=== Entries provided ===

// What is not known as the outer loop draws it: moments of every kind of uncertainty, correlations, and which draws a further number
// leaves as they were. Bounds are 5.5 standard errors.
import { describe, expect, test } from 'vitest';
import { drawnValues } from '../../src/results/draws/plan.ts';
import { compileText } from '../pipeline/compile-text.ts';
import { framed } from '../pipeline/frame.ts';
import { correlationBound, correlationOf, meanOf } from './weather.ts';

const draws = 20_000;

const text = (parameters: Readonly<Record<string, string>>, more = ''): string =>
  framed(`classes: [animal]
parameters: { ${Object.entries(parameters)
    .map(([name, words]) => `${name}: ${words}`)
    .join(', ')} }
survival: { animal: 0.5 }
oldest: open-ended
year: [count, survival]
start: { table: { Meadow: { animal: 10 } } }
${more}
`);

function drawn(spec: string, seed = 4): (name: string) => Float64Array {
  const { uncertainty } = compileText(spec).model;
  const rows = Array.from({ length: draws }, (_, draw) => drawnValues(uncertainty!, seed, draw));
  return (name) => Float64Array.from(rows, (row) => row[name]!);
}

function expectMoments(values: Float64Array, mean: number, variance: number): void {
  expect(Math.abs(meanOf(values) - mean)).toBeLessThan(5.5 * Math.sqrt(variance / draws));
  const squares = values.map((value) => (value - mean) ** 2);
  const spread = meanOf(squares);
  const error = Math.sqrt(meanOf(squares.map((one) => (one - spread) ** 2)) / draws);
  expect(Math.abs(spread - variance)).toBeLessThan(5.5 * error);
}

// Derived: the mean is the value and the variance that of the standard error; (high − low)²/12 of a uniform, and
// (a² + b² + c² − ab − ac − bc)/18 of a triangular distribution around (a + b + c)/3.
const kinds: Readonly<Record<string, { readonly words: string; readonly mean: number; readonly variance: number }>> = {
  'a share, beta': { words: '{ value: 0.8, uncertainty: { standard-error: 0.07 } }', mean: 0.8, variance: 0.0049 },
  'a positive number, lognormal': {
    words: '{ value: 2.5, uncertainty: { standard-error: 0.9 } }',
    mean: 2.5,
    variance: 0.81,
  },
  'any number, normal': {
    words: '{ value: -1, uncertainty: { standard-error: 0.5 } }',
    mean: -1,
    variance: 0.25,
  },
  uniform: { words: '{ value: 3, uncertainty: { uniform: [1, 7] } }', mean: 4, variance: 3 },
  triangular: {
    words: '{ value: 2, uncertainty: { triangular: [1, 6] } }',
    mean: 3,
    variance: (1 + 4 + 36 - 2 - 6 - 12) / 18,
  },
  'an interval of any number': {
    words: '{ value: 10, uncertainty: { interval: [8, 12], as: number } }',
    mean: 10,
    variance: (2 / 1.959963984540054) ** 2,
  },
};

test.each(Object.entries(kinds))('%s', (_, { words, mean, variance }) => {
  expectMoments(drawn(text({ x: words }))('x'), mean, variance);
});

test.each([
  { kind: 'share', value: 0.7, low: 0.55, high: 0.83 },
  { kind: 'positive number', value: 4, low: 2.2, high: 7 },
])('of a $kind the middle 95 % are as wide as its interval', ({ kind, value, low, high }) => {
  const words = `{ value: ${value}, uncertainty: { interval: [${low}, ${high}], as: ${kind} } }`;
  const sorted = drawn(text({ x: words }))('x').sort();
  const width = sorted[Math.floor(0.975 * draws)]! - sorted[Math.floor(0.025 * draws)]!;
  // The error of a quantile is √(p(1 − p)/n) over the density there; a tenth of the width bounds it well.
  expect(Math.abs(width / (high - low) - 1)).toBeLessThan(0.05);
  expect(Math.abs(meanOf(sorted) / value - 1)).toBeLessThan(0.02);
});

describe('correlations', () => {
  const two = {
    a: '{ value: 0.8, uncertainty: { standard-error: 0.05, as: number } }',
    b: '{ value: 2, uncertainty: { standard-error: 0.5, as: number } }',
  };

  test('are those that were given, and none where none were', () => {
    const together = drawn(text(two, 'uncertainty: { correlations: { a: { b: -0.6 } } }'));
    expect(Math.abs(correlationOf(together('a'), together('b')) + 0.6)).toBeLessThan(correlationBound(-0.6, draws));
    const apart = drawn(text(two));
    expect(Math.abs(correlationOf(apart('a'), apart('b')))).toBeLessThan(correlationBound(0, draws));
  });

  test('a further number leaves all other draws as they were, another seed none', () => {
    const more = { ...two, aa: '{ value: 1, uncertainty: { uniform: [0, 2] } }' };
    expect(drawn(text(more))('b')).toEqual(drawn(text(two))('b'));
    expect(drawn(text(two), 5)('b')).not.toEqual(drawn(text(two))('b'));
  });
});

===

◆ Task details ◆
The lines to copy are those in the records above containing the word "uniform".

◆ Expected answer ◆
// Derived: the mean is the value and the variance that of the standard error; (high − low)²/12 of a uniform, and
  uniform: { words: '{ value: 3, uncertainty: { uniform: [1, 7] } }', mean: 4, variance: 3 },
    const more = { ...two, aa: '{ value: 1, uncertainty: { uniform: [0, 2] } }' };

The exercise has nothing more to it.